**WORK ORDER**
This exercise calls for every line of the listing below that contains the word "target".

--- ENTRIES SHOWN Enclosed Below ---

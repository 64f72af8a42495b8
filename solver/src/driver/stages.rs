//! Resolves the stages of a model into dof-level load programs: which dofs
//! are prescribed and to what value at the end of each stage, the
//! pressurised sides with their start and end pressures, and the dead-load
//! vector at the end of each stage. Unknown set names are reported here,
//! before any work is done.

use std::collections::BTreeMap;

use olli_mesh::Side;

use crate::assembly::Discretization;
use crate::error::SolveError;
use crate::load::dead::{add_body_force, add_node_force, add_side_force};

/// One pressurised side set during a stage.
#[derive(Debug, Clone)]
pub struct PressureProgram {
    pub sides: Vec<Side>,
    pub start: f64,
    pub end: f64,
}

/// A stage as seen by the Newton driver.
#[derive(Debug, Clone)]
pub struct StageProgram {
    /// Prescribed flag of every global dof.
    pub prescribed: Vec<bool>,
    /// End-of-stage value of the prescribed dofs (others unused).
    pub target: Vec<f64>,
    /// Dofs whose target is set by this stage (others hold their value).
    pub driven: Vec<bool>,
    pub pressures: Vec<PressureProgram>,
    pub dead_start: Vec<f64>,
    pub dead_end: Vec<f64>,
}

/// Nodes of each set whose reaction is reported.
pub type ReportSets = BTreeMap<String, Vec<usize>>;

/// Resolves all stages, and the sets whose reactions are reported.
pub fn resolve(disc: &Discretization) -> Result<(Vec<StageProgram>, ReportSets), SolveError> {
    let model = disc.model;
    let mesh = disc.mesh();
    let dim = disc.dim;
    let ndof = mesh.node_count() * dim;
    let mut report: BTreeMap<String, Vec<usize>> = mesh.node_sets.clone();
    let mut prescribed = vec![false; ndof];
    let mut target = vec![0.0; ndof];
    let mut pressures: BTreeMap<String, f64> = BTreeMap::new();
    let mut forces: BTreeMap<String, [f64; 3]> = BTreeMap::new();
    let mut body: Option<[f64; 3]> = None;
    let mut dead_prev = vec![0.0; ndof];
    let mut programs = Vec::new();
    for stage in &model.stages {
        let unknown = |name: &str| SolveError::UnknownSet { stage: stage.name.clone(), name: name.to_string() };
        let mut driven = vec![false; ndof];
        for s in &stage.supports {
            let nodes = mesh.nodes_of_set(&s.set).ok_or_else(|| unknown(&s.set))?;
            for &n in &nodes {
                for i in 0..dim {
                    if s.components[i] {
                        prescribed[n * dim + i] = true;
                        target[n * dim + i] = 0.0;
                        driven[n * dim + i] = true;
                    }
                }
            }
            report.insert(s.set.clone(), nodes);
        }
        for m in &stage.motions {
            let nodes = mesh.nodes_of_set(&m.set).ok_or_else(|| unknown(&m.set))?;
            for &n in &nodes {
                for i in 0..dim {
                    if let Some(v) = m.displacement[i] {
                        prescribed[n * dim + i] = true;
                        target[n * dim + i] = v;
                        driven[n * dim + i] = true;
                    }
                }
            }
            report.insert(m.set.clone(), nodes);
        }
        let before = pressures.clone();
        for p in &stage.pressures {
            if !mesh.side_sets.contains_key(&p.set) {
                return Err(if mesh.nodes_of_set(&p.set).is_some() {
                    SolveError::NotASideSet { stage: stage.name.clone(), name: p.set.clone() }
                } else {
                    unknown(&p.set)
                });
            }
            pressures.insert(p.set.clone(), p.value);
        }
        let pressure_programs = pressures
            .iter()
            .map(|(name, &end)| PressureProgram {
                sides: mesh.side_sets[name].clone(),
                start: before.get(name).copied().unwrap_or(0.0),
                end,
            })
            .collect();
        for f in &stage.forces {
            if mesh.nodes_of_set(&f.set).is_none() {
                return Err(unknown(&f.set));
            }
            forces.insert(f.set.clone(), f.total);
        }
        if stage.body_force.is_some() {
            body = stage.body_force;
        }
        let mut dead = vec![0.0; ndof];
        for (name, total) in &forces {
            if let Some(sides) = mesh.side_sets.get(name) {
                add_side_force(mesh, model.analysis, dim, sides, *total, &mut dead);
            } else if let Some(nodes) = mesh.nodes_of_set(name) {
                add_node_force(dim, &nodes, *total, &mut dead);
            }
        }
        if let Some(b) = body {
            add_body_force(disc, b, &mut dead);
        }
        programs.push(StageProgram {
            prescribed: prescribed.clone(),
            target: target.clone(),
            driven,
            pressures: pressure_programs,
            dead_start: std::mem::replace(&mut dead_prev, dead.clone()),
            dead_end: dead,
        });
    }
    Ok((programs, report))
}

--- End of Enclosed ENTRIES SHOWN ---

**WORKED SOLUTION**
    pub target: Vec<f64>,
    /// Dofs whose target is set by this stage (others hold their value).
    let mut target = vec![0.0; ndof];
                        target[n * dim + i] = 0.0;
                        target[n * dim + i] = v;
            target: target.clone(),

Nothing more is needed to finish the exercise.